The growth of the police force has been exponential. Between 2019 and 2021, as the de facto police state consolidated its power, it grew by more than 27% (with 4,000 new officers) and continued to grow.
In just six weeks of early 2025, the dictatorship quintupled the size of its police force, swearing in more than 76,800 hooded men into the “army of Rosario Murillo.” These are not regular members of the police but are dubbed “volunteer police,” bringing to mind the paramilitary groups that suppressed the 2018 protests. This brought the number of police effectives from 20,474 in 2024 to 105,285 in 2025, the highest number in the country’s history.
In February 2025, upon being ratified for a new term as police chief, First Commissioner Francisco Díaz, a relative by marriage of Ortega and Murillo, swore “loyalty and obedience” to the presidential couple, in a clear message that the institution is completely subordinate to political power.
The dictatorship has conferred powers on the police that go beyond public security, turning it into a judicial and economic arm.
In August 2025, the dictatorship expanded to a dual police command, appointing police commissioner Juan Victoriano Ruiz Urvina as “co-chief” of police. Ruiz was previously in charge of the feared Managua main jail, known as El Chipote.
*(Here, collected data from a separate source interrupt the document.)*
import { useNavigate, useSearchParams } from "react-router-dom";
import { paths } from "@/config/paths";
import { useModelVersion } from "@/features/model-versions/api/get-model-version";
import { useCreateModelVersion } from "@/features/model-versions/api/save-model-version";
import { ModelEditor, type ModelDraft } from "@/features/model-versions/components/model-editor";
import { STARTING_DRAFT } from "@/features/model-versions/lib/starting-draft";
import { usePerilProfileChoices } from "@/features/peril/api/get-peril-profiles";
import { PageHeader } from "@/components/ui/page-header";
import { ErrorState, LoadingState } from "@/components/ui/states";

export default function ModelVersionNewPage() {
  const [params] = useSearchParams();
  const fromId = params.get("from") ?? undefined;
  const parent = useModelVersion(fromId);
  const create = useCreateModelVersion();
  const profiles = usePerilProfileChoices();
  const navigate = useNavigate();
  if (fromId && parent.isPending) return <LoadingState />;
  if (fromId && parent.isError) return <ErrorState error={parent.error} />;
  const initial: ModelDraft = parent.data
    ? { name: parent.data.name, notes: parent.data.notes, parentId: parent.data.id, model: parent.data.model, defaults: parent.data.defaults, perilProfileIds: parent.data.perilProfileIds }
    : STARTING_DRAFT;
  return (
    <>
      <PageHeader
        kicker="Model versions"
        title={parent.data ? `New draft from ${parent.data.name} v${parent.data.versionNumber}` : "New model version"}
        description={parent.data ? "Starts as a copy of its parent; the review will show exactly what you change." : "Starts from AR6 assessed ranges (sources in the notes); change what you need."}
      />
      <ModelEditor
        initial={initial}
        submitLabel="Save draft"
        perilProfiles={profiles.data}
        pending={create.isPending}
        serverError={create.error}
        onSave={(body) => {
          // The editor does not show pinned pathways; a copy keeps its parent's, so the diff shows only real edits.
          const pins = parent.data ? { pathwayIds: parent.data.pathwayIds } : {};
          create.mutate({ ...body, ...pins }, { onSuccess: (v) => void navigate(paths.modelVersion.build(v.id)) });
        }}
      />
    </>
  );
}
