import { DataTypes, Model, type Sequelize } from "sequelize";
import type { ChangeClass, ModelSpec, ModelVersionDefaults, ModelVersionStatus } from "@plumeline/contracts";
import { jsonColumn } from "../../db/json-column.js";

export class ModelVersionModel extends Model {
  declare id: string;
  declare familyId: string;
  declare versionNumber: number;
  declare name: string;
  declare status: ModelVersionStatus;
  declare parentId: string | null;
  declare model: ModelSpec;
  declare defaults: ModelVersionDefaults;
  declare notes: string;
  declare pathwayIds: string[];
  declare perilProfileIds: string[];
  declare changeClass: ChangeClass | null;
  declare submissionNote: string | null;
  declare authorId: string;
  declare submittedAt: Date | null;
  declare decidedBy: string | null;
  declare decidedAt: Date | null;
  declare decisionComment: string | null;
  declare retiredBy: string | null;
  declare retiredAt: Date | null;
  declare retireComment: string | null;
  declare createdAt: Date;
  declare updatedAt: Date;
}

export function initModelVersionModel(sequelize: Sequelize): typeof ModelVersionModel {
  ModelVersionModel.init(
    {
      id: { type: DataTypes.STRING, primaryKey: true },
      familyId: { type: DataTypes.STRING, allowNull: false },
      versionNumber: { type: DataTypes.INTEGER, allowNull: false },
      name: { type: DataTypes.STRING, allowNull: false },
      status: { type: DataTypes.STRING, allowNull: false, defaultValue: "draft" },
      parentId: { type: DataTypes.STRING, allowNull: true },
      model: jsonColumn("model"),
      defaults: jsonColumn("defaults"),
      notes: { type: DataTypes.TEXT, allowNull: false, defaultValue: "" },
      pathwayIds: jsonColumn("pathwayIds"),
      perilProfileIds: jsonColumn("perilProfileIds"),
      changeClass: { type: DataTypes.STRING, allowNull: true },
      submissionNote: { type: DataTypes.TEXT, allowNull: true },
      authorId: { type: DataTypes.STRING, allowNull: false },
      submittedAt: { type: DataTypes.DATE, allowNull: true },
      decidedBy: { type: DataTypes.STRING, allowNull: true },
      decidedAt: { type: DataTypes.DATE, allowNull: true },
      decisionComment: { type: DataTypes.TEXT, allowNull: true },
      retiredBy: { type: DataTypes.STRING, allowNull: true },
      retiredAt: { type: DataTypes.DATE, allowNull: true },
      retireComment: { type: DataTypes.TEXT, allowNull: true },
    },
    { sequelize, tableName: "model_versions", modelName: "ModelVersion", underscored: true },
  );
  return ModelVersionModel;
}
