import {
  createModelVersionBodySchema,
  decideModelVersionBodySchema,
  diffModelVersionQuerySchema,
  listModelVersionsQuerySchema,
  modelVersionImpactBodySchema,
  retireModelVersionBodySchema,
  submitModelVersionBodySchema,
  updateModelVersionBodySchema,
} from "@plumeline/contracts";
import { Router } from "express";
import { z } from "zod";
import { authenticate } from "../../middleware/authenticate.js";
import { requirePermission } from "../../middleware/require-permission.js";
import { validate } from "../../middleware/validate.js";
import { modelVersionsController as c } from "./model-versions.controller.js";

const params = z.object({ id: z.string().min(1) });

export const modelVersionsRouter: Router = Router();

modelVersionsRouter.get("/", authenticate, requirePermission("model-versions:read"), validate({ query: listModelVersionsQuerySchema }), c.list);
modelVersionsRouter.get("/:id", authenticate, requirePermission("model-versions:read"), validate({ params }), c.get);
modelVersionsRouter.get("/:id/diff", authenticate, requirePermission("model-versions:read"), validate({ params, query: diffModelVersionQuerySchema }), c.diff);
// Read-only preview: runs two small ensembles in an engine thread (no audit; nothing is stored).
modelVersionsRouter.post("/:id/impact", authenticate, requirePermission("model-versions:read"), validate({ params, body: modelVersionImpactBodySchema }), c.impact);
modelVersionsRouter.post("/", authenticate, requirePermission("model-versions:write"), validate({ body: createModelVersionBodySchema }), c.create);
modelVersionsRouter.patch("/:id", authenticate, requirePermission("model-versions:write"), validate({ params, body: updateModelVersionBodySchema }), c.update);
modelVersionsRouter.post("/:id/submit", authenticate, requirePermission("model-versions:write"), validate({ params, body: submitModelVersionBodySchema }), c.submit);
modelVersionsRouter.post("/:id/approve", authenticate, requirePermission("model-versions:decide"), validate({ params, body: decideModelVersionBodySchema }), c.approve);
modelVersionsRouter.post("/:id/reject", authenticate, requirePermission("model-versions:decide"), validate({ params, body: decideModelVersionBodySchema }), c.reject);
modelVersionsRouter.post("/:id/retire", authenticate, requirePermission("model-versions:decide"), validate({ params, body: retireModelVersionBodySchema }), c.retire);
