import { useQueries } from "@tanstack/react-query";
import { getPathwayQueryOptions } from "@/features/pathways/api/get-pathway";

/**
 * The names of a model version's pinned pathways, in pinned order, for the impact preview's
 * pathway picker. One GET per pinned id (a version pins a handful), shared with the pathway
 * pages' cache. Lives in the app layer because it joins the pathways and model-versions features.
 * Returns null until every name is known, so the picker never starts from a partial list.
 */
export function usePinnedPathways(ids: string[]): Array<{ id: string; name: string }> | null {
  const results = useQueries({ queries: ids.map((id) => getPathwayQueryOptions(id)) });
  if (results.some((r) => r.isPending)) return null;
  // A pathway that cannot be read (deleted, no permission) is left out; the server skips it too.
  return results.flatMap((r) => (r.data ? [{ id: r.data.id, name: r.data.name }] : []));
}
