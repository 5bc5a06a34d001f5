import { Link } from "react-router-dom";
import { paths } from "@/config/paths";

export default function NotFoundPage() {
  return (
    <div className="mx-auto mt-16 max-w-lg text-center">
      <p className="font-mono text-sm text-muted">404</p>
      <h1 className="mt-1 text-xl font-semibold">There is no page at this address</h1>
      <Link to={paths.desk.build()} className="mt-4 inline-block text-sm font-medium text-accent underline">
        Back to your desk
      </Link>
    </div>
  );
}
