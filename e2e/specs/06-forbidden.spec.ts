import { expect, test } from "@playwright/test";
import { names } from "../support/names";
import { snap } from "../support/screenshots";
import { signIn } from "../support/sign-in";
import type { VersionSummary } from "../support/runs";

/**
 * A user without the permission who opens a page by its URL is told why, visibly, instead
 * of getting a broken page — and the API refuses the same thing with 403.
 */
test("an actuary at an admin URL is refused with the reason; the API says 403", async ({ page }, testInfo) => {
  await signIn(page, "actuary");
  await expect(page.getByRole("navigation", { name: "Main" }).getByRole("link", { name: "Admin" })).toHaveCount(0);
  await page.goto("/admin/users");
  await expect(page.getByRole("heading", { level: 1, name: "Managing users and roles needs the admin role" })).toBeVisible();
  await expect(page.getByText("Not available to your role")).toBeVisible();
  await expect(page.getByRole("main")).toContainText("You are signed in as actuary");
  await expect(page.getByRole("link", { name: "Back to your desk" })).toBeVisible();
  await expect(page.getByRole("combobox", { name: /^Role of / })).toHaveCount(0);
  await snap(page, testInfo, "forbidden-admin-users", "forbidden.png");
  const api = await page.request.get("/api/users");
  expect(api.status()).toBe(403);
});

test("an analyst at a review URL is refused: deciding is the manager's", async ({ page }, testInfo) => {
  await signIn(page, "analyst");
  const { items: versions } = await (await page.request.get("/api/model-versions?limit=200")).json() as { items: VersionSummary[] };
  const wider = versions.find((v) => v.name === names.widerDraft)!;
  await page.goto(`/model-versions/${wider.id}/review`);
  await expect(page.getByRole("heading", { level: 1, name: "Approving model versions needs the manager role" })).toBeVisible();
  await expect(page.getByRole("button", { name: "Approve" })).toHaveCount(0);
  await snap(page, testInfo, "forbidden-review");
});

test("a visitor who is not signed in is sent to sign in, then back to the page", async ({ page }) => {
  await page.goto("/admin/audit");
  await expect(page).toHaveURL(/\/sign-in\?next=%2Fadmin%2Faudit/);
  await expect(page.getByRole("heading", { level: 1, name: "Sign in" })).toBeVisible();
  await page.getByLabel("Email").fill("manager@harbourline.example");
  await page.getByLabel("Password").fill("plume-demo-manager");
  await page.getByRole("button", { name: "Sign in" }).click();
  // A manager may read the audit log (audit:read), so the page opens.
  await expect(page.getByRole("heading", { level: 1, name: "Audit log" })).toBeVisible();
});
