import { queryOptions, useQuery } from "@tanstack/react-query";
import { meSchema, type Me } from "@plumeline/contracts";
import { api } from "@/lib/api-client";

export type { Me };

export const getMe = (signal?: AbortSignal) => api.get<Me>("/api/me", { signal, schema: meSchema });

/** Who is signed in and what they may do; the shell and every guard read this one query. */
export const getMeQueryOptions = () =>
  queryOptions({
    queryKey: ["me"],
    queryFn: ({ signal }) => getMe(signal),
    staleTime: 60_000,
    retry: false,
  });

export const useMe = () => useQuery(getMeQueryOptions());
On the streets, the Police are the ones responsible for carrying out the repressive actions that disrupt Nicaraguans’ daily life. It’s the agent of arbitrary arrests and forced disappearances, playing a key role in the persecution of the Church, by harassing priests, bishops and the faithful. The agency has been accused both nationally and internationally as being the chief arm of the repression, assuming a role as central pillar of the regime’s totalitarian control and de facto Police State.